I can't remember for sure when I first became interested in music - it was something that was always there in the background, usually from the radio - but I do remember how my audio obsession started. My dad bought himself a "music centre" and let me take possession of his mono portable record player - a Bush SRP51, complete with a Garrad 2025TC auto-changer, in glorious black and chrome. I would have been 7 or 8.

This record player had a number of DIN sockets on the front, and the one labelled "STEREO" was especially fascinating - I knew from my dad's upgrade that stereo was a big deal, so surely this socket must be the gateway to better sound? So started a journey that lasted throughout my childhood. Incidentally, while my original record player is long-gone now, I did pick up an nice example recently, and must admit to being surprised at how good it sounds. And it came with the matching AU51, which houses an identical amplifier and loudspeaker in a similarly styled case and plugs into the enegmatic "STEREO" socket.

By the age of 10 or 11, I'd graduated to using a pair of loudspeakers made from the 1960s radio­gram that my grandparants had - a HMV Stereomaster 2401 unless I'm very much mistaken. The loudspeakers had separate enclosures within the cabinet, which was dense chipboard covered in teak veneer, and it was an easy matter to cut out the centre section which housed the electronics and turntable. It was transistorised, so fairly safe and easy to repair. I re-housed the electronics and turntable, creating a basic "separates" system that was the subject of much modifying and tweaking. After a couple of years of this, I upraded the cartridge to a moving-magnet type, and went through several homemade stereo amplifiers until I was able to build something that somehow managed to look and sound quite good. It even got me a qualification!

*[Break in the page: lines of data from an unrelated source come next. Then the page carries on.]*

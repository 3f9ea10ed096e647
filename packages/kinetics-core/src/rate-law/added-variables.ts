import { columnOf, correlatedLeastSquares, matrixFromColumns } from "kinetics-core/linear-algebra";
import { logConcentrations } from "./design";
import type { OrdersFit } from "./fit-orders";
import type { AddedVariable } from "./rate-law";
import { blockLoadings } from "./restricted-likelihood";
import { loadingOf } from "./shared-errors";

/**
 * Added-variable plots. For drawing, each run's rate is moved along the fitted law to the centre of all other species
 * and set against its own concentration. For inference, x and y are the residuals of ln c and of ln v on the others
 * under the weights of the fit, so that the weighted slope through the origin of y on x is the fitted order.
 */
export function addedVariables(
  fit: OrdersFit,
  species: readonly string[],
  slopes: readonly (number | null)[],
): readonly AddedVariable[] {
  return species.map((name, i) => {
    const held = fit.design.held[i] !== null;
    const logarithms = logConcentrations(fit.runs, i);
    const hasLogarithms = fit.runs.every((run) => (run.concentrations[i] ?? 0) > 0);
    const x = hasLogarithms ? residualOnOthers(fit, logarithms, i) : null;
    const y = hasLogarithms ? residualOnOthers(fit, workingRates(fit, i), i) : null;
    return {
      species: name,
      held,
      slope: slopes[i] ?? null,
      points: fit.runs.flatMap((run, j) => {
        const rateAtCentre = run.rate * Math.exp(-partOfOthers(fit, i, j));
        // Orders of a design that all but fixes none can carry a rate beyond what a double holds, or a drawing shows.
        if (!Number.isFinite(rateAtCentre)) return [];
        const concentration = run.concentrations[i] ?? 0;
        return [{ label: run.label, concentration, rateAtCentre, x: x?.[j] ?? null, y: y?.[j] ?? null }];
      }),
    };
  });
}

/** Σ over the other species of order·(ln c − mean): what takes the run to their centre. */
function partOfOthers(fit: OrdersFit, species: number, run: number): number {
  return fit.orders.reduce((sum, order, i) => {
    const concentration = fit.runs[run]?.concentrations[i] ?? 0;
    if (i === species || order === 0 || concentration <= 0) return sum;
    return sum + order * (Math.log(concentration) - (fit.design.means[i] ?? 0));
  }, 0);
}

/** ln v (or its working value on the rate scale) less the held orders of all other species. */
function workingRates(fit: OrdersFit, species: number): Float64Array {
  const { terms } = fit.design;
  return Float64Array.from(fit.runs, (run, j) => {
    let value = fit.residuals[j] ?? 0;
    for (let t = 0; t < terms.columns; t++)
      value += (columnOf(terms, t)[j] ?? 0) * (fit.solution.coefficients[t] ?? 0);
    const order = fit.design.held[species];
    const concentration = run.concentrations[species] ?? 0;
    // A held species' own part was taken out of the response; its plot shows it.
    return order === null || order === undefined ? value : value + order * Math.log(concentration);
  });
}

function residualOnOthers(fit: OrdersFit, values: ArrayLike<number>, species: number): Float64Array {
  const others = fit.design.free.filter((i) => i !== species).map((i) => logConcentrations(fit.runs, i));
  const columns = independentColumns([fit.runs.map(() => 1), ...others]);
  const shared = fit.shared
    .filter((error) => error.runs !== null)
    .map((error) => loadingOf(error, fit.orders, fit.runs.length));
  const between = Math.sqrt(fit.betweenBlocks ?? 0);
  const blocks =
    between > 0 ? blockLoadings(fit.blocks, fit.runs.length).map((z) => z.map((one) => one * between)) : [];
  return correlatedLeastSquares(matrixFromColumns(columns, fit.runs.length), values, fit.ownVariances, [
    ...shared,
    ...blocks,
  ]).residuals;
}

/** Leaves out columns that the ones before already span, by Gram-Schmidt. */
function independentColumns(columns: readonly (readonly number[])[]): readonly (readonly number[])[] {
  const kept: (readonly number[])[] = [];
  const directions: number[][] = [];
  for (const column of columns) {
    const rest = [...column];
    // Twice, so that rounding of the first pass is taken out as well.
    for (let pass = 0; pass < 2; pass++) {
      for (const direction of directions) {
        const projection = direction.reduce((sum, value, j) => sum + value * (rest[j] ?? 0), 0);
        direction.forEach((value, j) => {
          rest[j] = (rest[j] ?? 0) - projection * value;
        });
      }
    }
    const length = Math.sqrt(rest.reduce((sum, value) => sum + value ** 2, 0));
    if (length <= 1e-7 * Math.sqrt(column.length)) continue;
    kept.push(column);
    directions.push(rest.map((value) => value / length));
  }
  return kept;
}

Since those days, I've built countless things and learnt a lot from doing so. In my experience, you learn most when things don't work first time because the real lessons come from debugging. Given that I didn't get any decent test equipment until my late teens, I guess I had a lot of luck on my side in the early days. I also learnt a lot from fixing things - once people knew that I collected old electronic stuff, an amazing amount of broken gear came my way - at first most of these things were beyond my diagnosis abilities, so became sources of components, but as time went by I got better at fault-finding. In my late teens I had a part-time job with a local electrical shop where I was able to learn much more about this. Of course, back then electronic components tended to be big enough to see, and had wires emerging from them so you could easily replace them - not at all like the throw-away stuff we see today.

After finishing school and university, I took up a job in the broadcast industry, and have worked there in a variety of roles since.